= Beginning of Section =

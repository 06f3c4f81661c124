// Catalogue search latency with 100,000 resonances in one group (plus 20,000 in a second).
//   npx tsx scripts/bench-catalogue.ts
// Builds its own database (POLEWARD_BENCH_DB, default poleward_bench; dropped and recreated) on the project's
// PostgreSQL, fills it with synthetic but plausible resonances, serves the real app on a
// loopback port and loads it with autocannon. Prints figures; asserts nothing.
import { randomBytes } from 'node:crypto';
import { readFileSync, rmSync, writeFileSync } from 'node:fs';
import { availableParallelism, loadavg, tmpdir } from 'node:os';
import type { AddressInfo } from 'node:net';
import { fileURLToPath } from 'node:url';
import { execFile } from 'node:child_process';
import { dirname, join } from 'node:path';
import { sql } from 'drizzle-orm';
import { createApp } from '../server/app.js';
import { hashPassword } from '../server/auth/password.js';
import { decodeCursor, encodeCursor, type CursorPosition } from '../server/catalogue/catalogue-cursor.js';
import { catalogueQuerySchema, toCataloguePageRequest, type CataloguePageRequest } from '../server/catalogue/catalogue-query.js';
import { countQuery, estimateResonances, pageQuery } from '../server/catalogue/catalogue-repository.js';
import { loadConfig } from '../server/config.js';
import { connectDb, type Db } from '../server/db/client.js';
import { answerCheckMode } from '../server/http/answer-check.js';
import { researchGroups } from '../server/db/schema/groups.js';
import { ensureDatabase } from './db.js';
import { migrate } from './migrate.js';
import { insertResonances, makeGroup } from './synthetic-catalogue.js';

const MAIN_ROWS = 100_000;
const OTHER_ROWS = 20_000;
const password = 'bench-password-1';

/** Percentile of sorted samples by nearest rank (common practice, no source). */
function percentile(sorted: number[], p: number): number {
  if (sorted.length === 0) return NaN;
  return sorted[Math.min(sorted.length - 1, Math.max(0, Math.ceil((p / 100) * sorted.length) - 1))]!;
}

/** The typical searches of the catalogue screen (query strings after /catalogue?), first pages. */
function typicalSearches(): Record<string, string> {
  return {
    energyWindowByQ: 'emin=5&emax=6&sort=quality&dir=desc&pageSize=25',
    familyWidthRange: 'family=disk&gmin=0.001&gmax=0.01&sort=energy&dir=asc&pageSize=25',
    freeText: 'q=whisper%20gall&sort=date&dir=desc&pageSize=25',
    tag: 'tag=candidate&sort=width&dir=asc&pageSize=25',
    unfilteredByDate: 'sort=date&dir=desc&pageSize=25',
    highQNotBound: 'qmin=10000&bound=false&sort=quality&dir=desc&pageSize=50',
  };
}
/** The deep page: rows 19,901–20,000 by energy, reached by cursor (was page=200&pageSize=100 by offset). */
const deepSearch = 'sort=energy&dir=asc&pageSize=100';
const deepPageNumber = 200;

function requestOf(query: string): CataloguePageRequest {
  const parsed = catalogueQuerySchema.parse(Object.fromEntries(new URLSearchParams(query)));
  return toCataloguePageRequest(parsed);
}

/** EXPLAIN ANALYZE execution time (ms) of a query; the plan printed when BENCH_PLANS=1. */
async function explainMs(db: Db, q: { getSQL(): unknown }, label: string): Promise<number> {
  const result = await db.execute(sql`explain (analyze, buffers) ${q}`);
  const lines = (result.rows as { 'QUERY PLAN': string }[]).map((r) => r['QUERY PLAN']);
  if (process.env.BENCH_PLANS === '1')
    console.log(
      `  -- ${label}\n${lines
        .filter((l) => !/^\s*Buffers|Planning:|Planning Time/.test(l))
        .map((l) => `     ${l}`)
        .join('\n')}`,
    );
  return Number(/([\d.]+) ms/.exec(lines.find((l) => l.startsWith('Execution Time')) ?? '')?.[1] ?? NaN);
}

/** Page query, planner estimate (round trip) and a full count behind one search. */
async function explainSearch(db: Db, groupId: string, req: CataloguePageRequest, at: { offset: number } | { cursor: CursorPosition }, label: string) {
  const page = await explainMs(db, pageQuery(db, groupId, req, at, req.pageSize + 1), `${label}: page`);
  const t = performance.now();
  await estimateResonances(db, groupId, req);
  const estimate = performance.now() - t;
  const count = await explainMs(db, countQuery(db, groupId, req), `${label}: full count`);
  return { page, estimate, count };
}

/**
 * CPU time (ms) the database's backends of this bench have used so far, from /proc (Linux):
 * utime + stime of every backend connected to the bench database. Only this bench uses it.
 */
async function databaseCpuMs(db: Db, dbName: string): Promise<number> {
  const result = await db.execute(sql`select pid from pg_stat_activity where datname = ${dbName}`);
  const tick = 1000 / 100; // USER_HZ is 100 on Linux (common practice, no source)
  let ms = 0;
  for (const { pid } of result.rows as { pid: number }[]) {
    try {
      const stat = readFileSync(`/proc/${pid}/stat`, 'utf8');
      const fields = stat.slice(stat.lastIndexOf(')') + 2).split(' ');
      ms += (Number(fields[11]) + Number(fields[12])) * tick; // fields 14 and 15 of proc(5): utime, stime
    } catch {
      // Not Linux, or the backend ended: left out.
    }
  }
  return ms;
}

= End of Section =

**Problem statement:**
As the exercise requires, copy out the data shown above word for word.

**Written solution:**
repository 06f3c4f81661c124
// Catalogue search latency with 100,000 resonances in one group (plus 20,000 in a second).
//   npx tsx scripts/bench-catalogue.ts
// Builds its own database (POLEWARD_BENCH_DB, default poleward_bench; dropped and recreated) on the project's
// PostgreSQL, fills it with synthetic but plausible resonances, serves the real app on a
// loopback port and loads it with autocannon. Prints figures; asserts nothing.
import { randomBytes } from 'node:crypto';
import { readFileSync, rmSync, writeFileSync } from 'node:fs';
import { availableParallelism, loadavg, tmpdir } from 'node:os';
import type { AddressInfo } from 'node:net';
import { fileURLToPath } from 'node:url';
import { execFile } from 'node:child_process';
import { dirname, join } from 'node:path';
import { sql } from 'drizzle-orm';
import { createApp } from '../server/app.js';
import { hashPassword } from '../server/auth/password.js';
import { decodeCursor, encodeCursor, type CursorPosition } from '../server/catalogue/catalogue-cursor.js';
import { catalogueQuerySchema, toCataloguePageRequest, type CataloguePageRequest } from '../server/catalogue/catalogue-query.js';
import { countQuery, estimateResonances, pageQuery } from '../server/catalogue/catalogue-repository.js';
import { loadConfig } from '../server/config.js';
import { connectDb, type Db } from '../server/db/client.js';
import { answerCheckMode } from '../server/http/answer-check.js';
import { researchGroups } from '../server/db/schema/groups.js';
import { ensureDatabase } from './db.js';
import { migrate } from './migrate.js';
import { insertResonances, makeGroup } from './synthetic-catalogue.js';

const MAIN_ROWS = 100_000;
const OTHER_ROWS = 20_000;
const password = 'bench-password-1';

/** Percentile of sorted samples by nearest rank (common practice, no source). */
function percentile(sorted: number[], p: number): number {
  if (sorted.length === 0) return NaN;
  return sorted[Math.min(sorted.length - 1, Math.max(0, Math.ceil((p / 100) * sorted.length) - 1))]!;
}

/** The typical searches of the catalogue screen (query strings after /catalogue?), first pages. */
function typicalSearches(): Record<string, string> {
  return {
    energyWindowByQ: 'emin=5&emax=6&sort=quality&dir=desc&pageSize=25',
    familyWidthRange: 'family=disk&gmin=0.001&gmax=0.01&sort=energy&dir=asc&pageSize=25',
    freeText: 'q=whisper%20gall&sort=date&dir=desc&pageSize=25',
    tag: 'tag=candidate&sort=width&dir=asc&pageSize=25',
    unfilteredByDate: 'sort=date&dir=desc&pageSize=25',
    highQNotBound: 'qmin=10000&bound=false&sort=quality&dir=desc&pageSize=50',
  };
}
/** The deep page: rows 19,901–20,000 by energy, reached by cursor (was page=200&pageSize=100 by offset). */
const deepSearch = 'sort=energy&dir=asc&pageSize=100';
const deepPageNumber = 200;

function requestOf(query: string): CataloguePageRequest {
  const parsed = catalogueQuerySchema.parse(Object.fromEntries(new URLSearchParams(query)));
  return toCataloguePageRequest(parsed);
}

/** EXPLAIN ANALYZE execution time (ms) of a query; the plan printed when BENCH_PLANS=1. */
async function explainMs(db: Db, q: { getSQL(): unknown }, label: string): Promise<number> {
  const result = await db.execute(sql`explain (analyze, buffers) ${q}`);
  const lines = (result.rows as { 'QUERY PLAN': string }[]).map((r) => r['QUERY PLAN']);
  if (process.env.BENCH_PLANS === '1')
    console.log(
      `  -- ${label}\n${lines
        .filter((l) => !/^\s*Buffers|Planning:|Planning Time/.test(l))
        .map((l) => `     ${l}`)
        .join('\n')}`,
    );
  return Number(/([\d.]+) ms/.exec(lines.find((l) => l.startsWith('Execution Time')) ?? '')?.[1] ?? NaN);
}

/** Page query, planner estimate (round trip) and a full count behind one search. */
async function explainSearch(db: Db, groupId: string, req: CataloguePageRequest, at: { offset: number } | { cursor: CursorPosition }, label: string) {
  const page = await explainMs(db, pageQuery(db, groupId, req, at, req.pageSize + 1), `${label}: page`);
  const t = performance.now();
  await estimateResonances(db, groupId, req);
  const estimate = performance.now() - t;
  const count = await explainMs(db, countQuery(db, groupId, req), `${label}: full count`);
  return { page, estimate, count };
}

/**
 * CPU time (ms) the database's backends of this bench have used so far, from /proc (Linux):
 * utime + stime of every backend connected to the bench database. Only this bench uses it.
 */
async function databaseCpuMs(db: Db, dbName: string): Promise<number> {
  const result = await db.execute(sql`select pid from pg_stat_activity where datname = ${dbName}`);
  const tick = 1000 / 100; // USER_HZ is 100 on Linux (common practice, no source)
  let ms = 0;
  for (const { pid } of result.rows as { pid: number }[]) {
    try {
      const stat = readFileSync(`/proc/${pid}/stat`, 'utf8');
      const fields = stat.slice(stat.lastIndexOf(')') + 2).split(' ');
      ms += (Number(fields[11]) + Number(fields[12])) * tick; // fields 14 and 15 of proc(5): utime, stime
    } catch {
      // Not Linux, or the backend ended: left out.
    }
  }
  return ms;
}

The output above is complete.